# Mountain Biking in the Palestine Area



## traildoc (Mar 5, 2007)

Recently a friend of mine went to Palestine to try and help the current politicians form a better National Park System. She indicated they currently have about 120,000 visitors that come to the Park each year and they are looking for away to increase the visitor turnout.

I currently live in Sedona, AZ, which is one of the premiere mountain biking destinations in the US. Over the years I have been on a mission to improve the mountain biking user experience in Sedona and I believe I have helped with that cause by posting numerous great rides and videos of the Sedona trail system. 

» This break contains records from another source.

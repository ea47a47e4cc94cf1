"""A small element tree with line numbers, read through defusedxml's SAX parser.

Only the skeleton of a model file comes here (the mesh blocks are cut out beforehand by
:mod:`linter.parsers.febio.scan`), so a plain Python object per element is fine. Entity
declarations, external entities and DTD references to other files are refused by defusedxml;
nesting deeper than :data:`MAX_DEPTH` is refused here. Every refusal is an :class:`XmlRefused`
with the line where it happened, never another exception.
"""
from __future__ import annotations

from dataclasses import dataclass, field
from typing import Iterator, Optional

#: deeper nesting than this is refused (real models nest fewer than 12 levels)
MAX_DEPTH = 64
#: more elements than this in the skeleton are refused (real skeletons hold a few thousand)
MAX_ELEMENTS = 2_000_000


class XmlRefused(Exception):
    """The XML was not read: ``code`` is the parse rule (xml-refused, xml-malformed, xml-unavailable)."""

    def __init__(self, code: str, message: str, line: int = 1):
        super().__init__(message)
        self.code, self.message, self.line = code, message, line


@dataclass(slots=True)
class Node:
    tag: str
    attrib: dict
    line: int
    text: str = ""
    children: list = field(default_factory=list)
    parent: Optional["Node"] = None

    def find(self, tag: str) -> Optional["Node"]:
        for c in self.children:
            if c.tag == tag:
                return c
        return None

    def findall(self, tag: str) -> list["Node"]:
        return [c for c in self.children if c.tag == tag]

    def iter(self, tag: Optional[str] = None) -> Iterator["Node"]:
        stack = [self]
        while stack:
            n = stack.pop()
            if tag is None or n.tag == tag:
                yield n
            stack.extend(reversed(n.children))

    def get(self, key: str, default=None):
        return self.attrib.get(key, default)


def _handler_class():
    from xml.sax.handler import ContentHandler

    class _Builder(ContentHandler):
        def __init__(self):
            super().__init__()
            self.root: Optional[Node] = None
            self.stack: list[Node] = []
            self.texts: list[list[str]] = []
            self.sizes: list[int] = []
            self.count = 0
            self.locator = None

        def setDocumentLocator(self, locator):
            self.locator = locator

        def _line(self) -> int:
            return self.locator.getLineNumber() if self.locator is not None else 0

        def startElement(self, name, attrs):
            self.count += 1
            if len(self.stack) >= MAX_DEPTH:
                raise XmlRefused("xml-refused", f"elements are nested more than {MAX_DEPTH} levels deep "
                                                f"(<{name[:40]}>): refused", self._line())
            if self.count > MAX_ELEMENTS:
                raise XmlRefused("xml-refused", f"more than {MAX_ELEMENTS} elements outside the mesh blocks: "
                                                "refused", self._line())
            node = Node(name, dict(attrs.items()), self._line(), parent=self.stack[-1] if self.stack else None)
            if self.stack:
                self.stack[-1].children.append(node)
            else:
                self.root = node
            self.stack.append(node)
            self.texts.append([])
            self.sizes.append(0)

        def endElement(self, name):
            node = self.stack.pop()
            self.sizes.pop()
            node.text = "".join(self.texts.pop()).strip()

        def characters(self, content):
            if self.texts and self.sizes[-1] < 1 << 20:     # a parameter value is short; keep at most 1 MiB
                if not self.texts[-1] and content.isspace():
                    return                                  # indentation before children or text
                self.texts[-1].append(content)
                self.sizes[-1] += len(content)

    return _Builder


def parse_bytes(data: bytes) -> Node:
    """The element tree of ``data``; raises :class:`XmlRefused` for anything unsafe or malformed."""
    try:
        import defusedxml.sax as dsax
        from defusedxml import DefusedXmlException
    except ImportError:
        raise XmlRefused("xml-unavailable", "reading FEBio models needs the defusedxml package, which is not "
                                            "installed (pip install defusedxml)") from None
    from xml.sax import SAXParseException

    builder = _handler_class()()
    try:
        dsax.parseString(data, builder, forbid_dtd=False, forbid_entities=True, forbid_external=True)
    except XmlRefused:
        raise
    except DefusedXmlException as exc:
        line = builder._line() or 1
        what = type(exc).__name__
        why = {"EntitiesForbidden": "declares entities (an entity-expansion attack, or a file that depends on "
                                    "them): refused, no entity was expanded",
               "ExternalReferenceForbidden": "refers to an external entity or document: refused, nothing was "
                                             "fetched",
               "DTDForbidden": "has a document type declaration: refused"}.get(what, f"is unsafe XML ({what})")
        raise XmlRefused("xml-refused", f"the XML {why}", line) from None
    except SAXParseException as exc:
        raise XmlRefused("xml-malformed", f"the XML is not well-formed: {exc.getMessage()} "
                                          f"(column {exc.getColumnNumber()})", exc.getLineNumber() or 1) from None
    except LookupError as exc:  # an encoding name in the XML declaration that Python does not know
        raise XmlRefused("xml-malformed", f"the XML declares an encoding that cannot be read ({exc})", 1) from None
    except (RecursionError, MemoryError, ValueError, UnicodeError) as exc:
        raise XmlRefused("xml-malformed", f"the XML cannot be read ({type(exc).__name__})",
                         builder._line() or 1) from None
    if builder.root is None:
        raise XmlRefused("xml-malformed", "the file holds no XML element", 1)
    return builder.root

The reason for this post is to try and figure out if Palestine has the potential for being a great world destination mountain biking mecca? If any of the viewers have had a great riding experience there or think there is potential for a great riding destination please let me know.

Thanks,

TD


----------



## traildoc (Mar 5, 2007)

Does anyone know if there are any bike shops in the Palestinian territory that one could get in touch with to see if there are any group rides going on in the evening or early morning before it gets too hot?


----------



## traildoc (Mar 5, 2007)

Does anyone who rides in the area have a favorite tire they like to use? What are the typical trail surfaces a rider could expect?

TD


----------



## traildoc (Mar 5, 2007)

Since I haven't ridden in Palestine yet, I am curious if there are any user conflicts similar to what we have going on in the US. In the US equestrians tear up our mountain bike trails and they do nothing to try and mitigate the damage they do to the trails. 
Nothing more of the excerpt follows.